Still, stem cell experts note that such technologies are years away from being routinely available.

In their natural environment, stem cells are self-regulated. Scientists hypothesize that the number of stem cells that exist in a muscle might be determined by their need.

"If you inject more stem cells into a healthy muscle, it might not necessarily do a lot," said Dr. Robin Lovell-Badge, of the UK’s National Institute for Medical Research.

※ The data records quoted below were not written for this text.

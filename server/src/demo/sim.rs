//! The demo's day-by-day simulation: picks, replenishment, receipts, returns
//! and damage, with the book (what is recorded) and the truth (what is on the
//! shelf) kept apart so injected record errors show up in later counts.

use super::{DemoItem, DemoSpec, Profile, key_codes};
use crate::ledger::{MovementKind, NewMovement};
use crate::master::NewBin;
use crate::master::codes::MovementUid;
use crate::store::ShelfRow;
use crate::time::Timestamp;
use chrono::{Datelike, Days, NaiveDate, Weekday};
use rand::Rng;
use rand_chacha::ChaCha8Rng;
use rand_distr::{Distribution, Poisson};
use std::collections::{HashMap, VecDeque};

/// Chance that a pick is never recorded (common practice, no source: a plausible rate).
pub(crate) const P_UNRECORDED_PICK: f64 = 0.001;
/// Chance that a recorded pick quantity is keyed one off.
pub(crate) const P_MISKEYED_PICK: f64 = 0.0015;
/// Chance that a replenishment lands in the neighbouring bin.
pub(crate) const P_MISPUTAWAY: f64 = 0.01;
/// Chance per item per working day of one damaged unit written off.
const P_DAMAGE: f64 = 0.001;
/// Days of demand a pick face is topped up to.
pub(crate) const FACE_DAYS: f64 = 6.0;
/// Days of demand at which the buyer reorders, and how much is ordered.
const REORDER_DAYS: f64 = 8.0;
const ORDER_DAYS: f64 = 20.0;

struct LotQty {
    lot: String,
    expiry: Option<NaiveDate>,
    book: i64,
    truth: i64,
}

/// The warehouse as the simulation sees it.
pub(crate) struct World<'a> {
    items: &'a [DemoItem],
    bins: &'a [NewBin],
    rng: ChaCha8Rng,
    start: NaiveDate,
    stock: HashMap<(usize, usize), VecDeque<LotQty>>,
    on_order: Vec<Option<(u32, i64)>>,
    doc_seq: u64,
    pub unrecorded_picks: usize,
    pub miskeyed_picks: usize,
    pub misputaways: usize,
    /// Every change of the shelf while set (the counting history reads it).
    truth_log: Option<Vec<TruthMove>>,
    /// Each item's multiplier on the chance of an injected error (1 for every item in
    /// the demo's own history; see [`Self::set_error_propensity`]).
    propensity: Vec<f64>,
}

/// One change of a key's true shelf quantity, at an instant (ms).
#[derive(Debug, Clone, PartialEq, Eq)]
pub(crate) struct TruthMove {
    pub bin: usize,
    pub item: usize,
    pub lot: String,
    pub at: i64,
    pub delta: i64,
}
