#[tokio::test]
async fn a_receipt_during_the_count_is_netted_not_flagged() {
    // Book 40; 12 received at minute 1; counted 52 at minute 2. F = {40, 52}, c = 52:
    // variance 0. Had the counter keyed 40 (before the receipt was shelved) it would
    // match too: both are states.
    let s = site().await;
    forty_in_bin1(&s).await;
    let b = s.base;
    s.moves(&[("g1", BIN1, "S1", "", 12, "receipt", b + MIN, "host")])
        .await;
    let p = Pass::new(BIN1);
    s.sync(
        &s.cora,
        vec![
            p.opened(b),
            p.line(b + 2 * MIN, "S1", "", 52),
            p.done(b + 3 * MIN),
        ],
        0,
    )
    .await;
    let r = s.current(&p, "S1").await;
    assert_eq!(
        (r["variance"].as_i64(), r["status"].as_str()),
        (Some(0), Some("matches_state"))
    );
    let d = s.detail(r["id"].as_i64().unwrap()).await;
    assert_eq!(states(&d), [40, 52]);
}

#[tokio::test]
async fn a_count_matching_the_middle_of_several_moves_has_no_difference() {
    // Book 40; pick 5 at minute 1, pick 3 at minute 2, receipt 10 at minute 3; the
    // counter keys at minute 4. F = {40, 35, 32, 42}. c = 35 (counted after the first
    // pick, before the second reached the shelf): a state, variance 0, f* = 35.
    // c = 34 instead would be nearest 35 (distance 1): variance −1, matches_no_state.
    let s = site().await;
    forty_in_bin1(&s).await;
    let b = s.base;
    s.moves(&[
        ("p1", BIN1, "S1", "", -5, "pick", b + MIN, "host"),
        ("p2", BIN1, "S1", "", -3, "pick", b + 2 * MIN, "host"),
        ("g1", BIN1, "S1", "", 10, "receipt", b + 3 * MIN, "host"),
    ])
    .await;
    let p = Pass::new(BIN1);
    s.sync(
        &s.cora,
        vec![
            p.opened(b),
            p.line(b + 4 * MIN, "S1", "", 35),
            p.done(b + 5 * MIN),
        ],
        0,
    )
    .await;
    let r = s.current(&p, "S1").await;
    assert_eq!(
        (r["variance"].as_i64(), r["f_star"].as_i64()),
        (Some(0), Some(35))
    );
    let d = s.detail(r["id"].as_i64().unwrap()).await;
    assert_eq!(states(&d), [40, 35, 32, 42]);
    assert_eq!(window_moves(&d), ["p1", "p2", "g1"]);

    let q = Pass::new(BIN1);
    s.sync(
        &s.dan,
        vec![
            q.opened(b),
            q.line(b + 4 * MIN, "S1", "", 34),
            q.done(b + 5 * MIN),
        ],
        0,
    )
    .await;
    let r = s.current(&q, "S1").await;
    assert_eq!(
        (r["variance"].as_i64(), r["f_star"].as_i64()),
        (Some(-1), Some(35))
    );
    assert_eq!(r["status"], "matches_no_state");
    assert_eq!(
        r["verdict"], "out_of_tolerance",
        "class A (unclassified) is exact"
    );
}
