/// Resolves a line's item and checks its pack; says whether the bin was not expected
/// to hold the item (no non-zero balance of it there).
fn check_line(
    tx: &Transaction,
    site: SiteId,
    bin: i64,
    line: &Line,
) -> Result<(i64, bool), Refusal> {
    let item: Option<i64> = tx
        .prepare_cached("select id from item where site_id = ?1 and sku = ?2")?
        .query_row(params![site.0, line.sku.as_str()], |r| r.get(0))
        .optional()?;
    let Some(item) = item else {
        return refuse(format!("no item {} at this site", line.sku));
    };
    if let Some(gtin) = &line.gtin {
        let pack: Option<(i64, i64)> = tx
            .prepare_cached("select item_id, units from pack where site_id = ?1 and gtin = ?2")?
            .query_row(params![site.0, gtin], |r| Ok((r.get(0)?, r.get(1)?)))
            .optional()?;
        let Some((pack_item, units)) = pack else {
            return refuse(format!("GTIN {gtin} is not known at this site"));
        };
        if pack_item != item {
            return refuse(format!("GTIN {gtin} is not a pack of {}", line.sku));
        }
        if line.packs.checked_mul(units) != Some(line.qty) {
            return refuse(format!(
                "qty {} should be packs × units per pack = {} × {units}",
                line.qty, line.packs
            ));
        }
    }
    let expected: bool = tx
        .prepare_cached(
            "select exists (select 1 from balance where bin_id = ?1 and item_id = ?2 and qty <> 0)",
        )?
        .query_row(params![bin, item], |r| r.get(0))?;
    Ok((item, !expected))
}

/// Lists every item of a site with its packs, for the phone's catalogue: no quantities.
pub fn catalog(conn: &Connection, site: SiteId) -> Result<Vec<ItemBrief>, StoreError> {
    let mut packs: std::collections::HashMap<i64, Vec<PackBrief>> = Default::default();
    let mut stmt = conn.prepare_cached(
        "select item_id, gtin, level, units from pack where site_id = ?1 order by item_id, units",
    )?;
    for row in stmt.query_map([site.0], |r| {
        Ok((
            r.get::<_, i64>(0)?,
            PackBrief {
                gtin: r.get(1)?,
                level: r.get(2)?,
                units: r.get(3)?,
            },
        ))
    })? {
        let (item, pack) = row?;
        packs.entry(item).or_default().push(pack);
    }
    let mut stmt = conn.prepare_cached(
        "select id, sku, description, base_unit, lot_tracked from item where site_id = ?1
         order by sku",
    )?;
    let items = stmt
        .query_map([site.0], |r| {
            Ok((
                r.get::<_, i64>(0)?,
                ItemBrief {
                    sku: r.get(1)?,
                    description: r.get(2)?,
                    base_unit: r.get(3)?,
                    lot_tracked: r.get(4)?,
                    packs: Vec::new(),
                },
            ))
        })?
        .map(|row| {
            row.map(|(id, mut brief)| {
                brief.packs = packs.remove(&id).unwrap_or_default();
                brief
            })
        })
        .collect::<rusqlite::Result<Vec<_>>>()?;
    Ok(items)
}

/// Lists a site's count lines in arrival order, `limit` of them after line `after`.
pub fn count_lines(
    conn: &Connection,
    site: SiteId,
    after: i64,
    limit: usize,
) -> Result<Vec<StoredLine>, StoreError> {
    let mut stmt = conn.prepare_cached(
        "select l.id, l.uid, p.uid, b.code, i.sku, l.lot, l.qty, l.at, l.found,
                exists (select 1 from count_line_undo u where u.line_uid = l.uid)
         from count_line l join count_pass p on p.id = l.pass_id join bin b on b.id = p.bin_id
         join item i on i.id = l.item_id where p.site_id = ?1 and l.id > ?2
         order by l.id limit ?3",
    )?;
    let rows = stmt
        .query_map(params![site.0, after, limit as i64], |r| {
            Ok(StoredLine {
                seq: r.get(0)?,
                uid: r.get(1)?,
                pass: r.get(2)?,
                bin: r.get(3)?,
                sku: r.get(4)?,
                lot: r.get(5)?,
                qty: r.get(6)?,
                at: Timestamp(r.get(7)?),
                found: r.get(8)?,
                undone: r.get(9)?,
            })
        })?
        .collect::<rusqlite::Result<Vec<_>>>()?;
    Ok(rows)
}
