/// The expected outcome of one first count, for checking the netting.
#[derive(Debug, Clone)]
pub struct FirstCount {
    pub pass: String,
    pub day: NaiveDate,
    /// By (bin, sku, lot).
    pub expected: BTreeMap<(String, String, String), Expectation>,
}

/// What the counting history did.
#[derive(Debug, Clone, Default)]
pub struct HistorySummary {
    pub working_days: usize,
    pub passes: usize,
    pub recount_passes: usize,
    /// Recounts withdrawn (a late posting settled their keys) before the phone sent them.
    pub recounts_withdrawn: usize,
    pub refused_events: usize,
    pub approved: usize,
    pub rejected: usize,
    pub auto_adjusted: usize,
    /// Keys the counters keyed a wrong quantity for.
    pub miscounts: usize,
    pub first_counts: Vec<FirstCount>,
}

/// One day's facts the counters' quantities come from.
struct DayStock {
    start: BTreeMap<Key, (i64, i64)>,
    truth: HashMap<Key, Vec<(i64, i64)>>,
    book: HashMap<Key, Vec<(i64, i64)>>,
    bin_keys: HashMap<usize, BTreeSet<Key>>,
}

impl DayStock {
    fn new(
        start: BTreeMap<Key, (i64, i64)>,
        log: Vec<TruthMove>,
        book: Vec<(Key, i64, i64)>,
    ) -> Self {
        let mut s = Self {
            start,
            truth: HashMap::new(),
            book: HashMap::new(),
            bin_keys: HashMap::new(),
        };
        for k in s.start.keys() {
            s.bin_keys.entry(k.0).or_default().insert(k.clone());
        }
        for m in log {
            let key = (m.bin, m.item, m.lot);
            s.bin_keys.entry(key.0).or_default().insert(key.clone());
            s.truth.entry(key).or_default().push((m.at, m.delta));
        }
        for (key, at, qty) in book {
            s.bin_keys.entry(key.0).or_default().insert(key.clone());
            s.book.entry(key).or_default().push((at, qty));
        }
        s
    }

    fn at(start: i64, moves: Option<&Vec<(i64, i64)>>, t: i64) -> i64 {
        start
            + moves.map_or(0, |m| {
                m.iter().filter(|(at, _)| *at <= t).map(|(_, d)| d).sum()
            })
    }

    fn truth_at(&self, key: &Key, t: i64) -> i64 {
        let start = self.start.get(key).map_or(0, |s| s.1);
        Self::at(start, self.truth.get(key), t)
    }

    fn book_at(&self, key: &Key, t: i64) -> i64 {
        let start = self.start.get(key).map_or(0, |s| s.0);
        Self::at(start, self.book.get(key), t)
    }

    fn moved_near(&self, key: &Key, from: i64, to: i64) -> bool {
        [self.truth.get(key), self.book.get(key)]
            .into_iter()
            .flatten()
            .flatten()
            .any(|(at, _)| *at >= from - NEAR_MS && *at <= to + NEAR_MS)
    }

    fn keys_of(&self, bin: usize) -> Vec<Key> {
        self.bin_keys
            .get(&bin)
            .map(|k| k.iter().cloned().collect())
            .unwrap_or_default()
    }
}

/// The day's movements in the order the server learns them.
struct Feed {
    moves: Vec<NewMovement>,
    next: usize,
}

impl Feed {
    fn new(mut moves: Vec<NewMovement>) -> Self {
        moves.sort_by_key(|m| m.recorded_at.map_or(m.event_at.0, |t| t.0));
        Self { moves, next: 0 }
    }

    /// Records every movement the server has learnt by `t`.
    async fn until(&mut self, store: &dyn Store, site: &Site, t: i64) -> anyhow::Result<()> {
        let end = self.next
            + self.moves[self.next..]
                .iter()
                .take_while(|m| m.recorded_at.map_or(m.event_at.0, |r| r.0) <= t)
                .count();
        if end > self.next {
            crate::writes::record_movements(
                store,
                site.id,
                self.moves[self.next..end].to_vec(),
                Progress::default(),
                None,
            )
            .await?;
            self.next = end;
        }
        Ok(())
    }
}

/// The counting history under way.
pub(crate) struct Counting<'a> {
    store: &'a dyn Store,
    site: Site,
    bins: &'a [NewBin],
    items: &'a [DemoItem],
    bin_of: HashMap<String, usize>,
    item_of: HashMap<String, usize>,
    counters: Vec<Counter>,
    supervisor: Counter,
    manager: User,
    rng: ChaCha8Rng,
    pub summary: HistorySummary,
}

The process of using stem cells to strengthen muscles will probably not be as straightforward as a simple injection. Desired tissues might need to be first engineered in a laboratory before being implanted into athletes. Years of clinical experience would also be necessary to determine if such a process would be safe and effective.

Though such applications remain highly experimental, anti-doping authorities are already gearing for their arrival in sports. And while experts agree that testing for an individual’s own stem cells reintroduced into the body would be virtually impossible, that does not mean that stem cell abuse would be undetectable.

"Our objective is not to detect stem cells, it’s to detect the impact of those cells," said Dr. Olivier Rabin, science director at the World Anti-Doping Agency.

Once stem cells are reintroduced into the body, Olivier says that the body’s homeostasis, or natural balance, would be disrupted. By looking for the cascade of metabolic events that would inevitably occur following the injection of stem cells, it should be possible to catch athletes using such technologies, Olivier said.

The speculation that using stem cells to enhance performance might only have minimal side effects, since no foreign substances would be involved, raises the issue of whether anti-doping regulations will soon be obsolete.

"Enhancement in sports is only problematic because there are rules against it," said John Harris, a bioethics professor at the University of Manchester.

As Harris points out, many unfair advantages already exist in sports, such as those athletes who can afford such luxuries as high-altitude training or having personal trainers and physiotherapists.

"Using stem cells would just be fine-tuning these advantages," Harris said. "They don’t add anything in principle to what is already being done."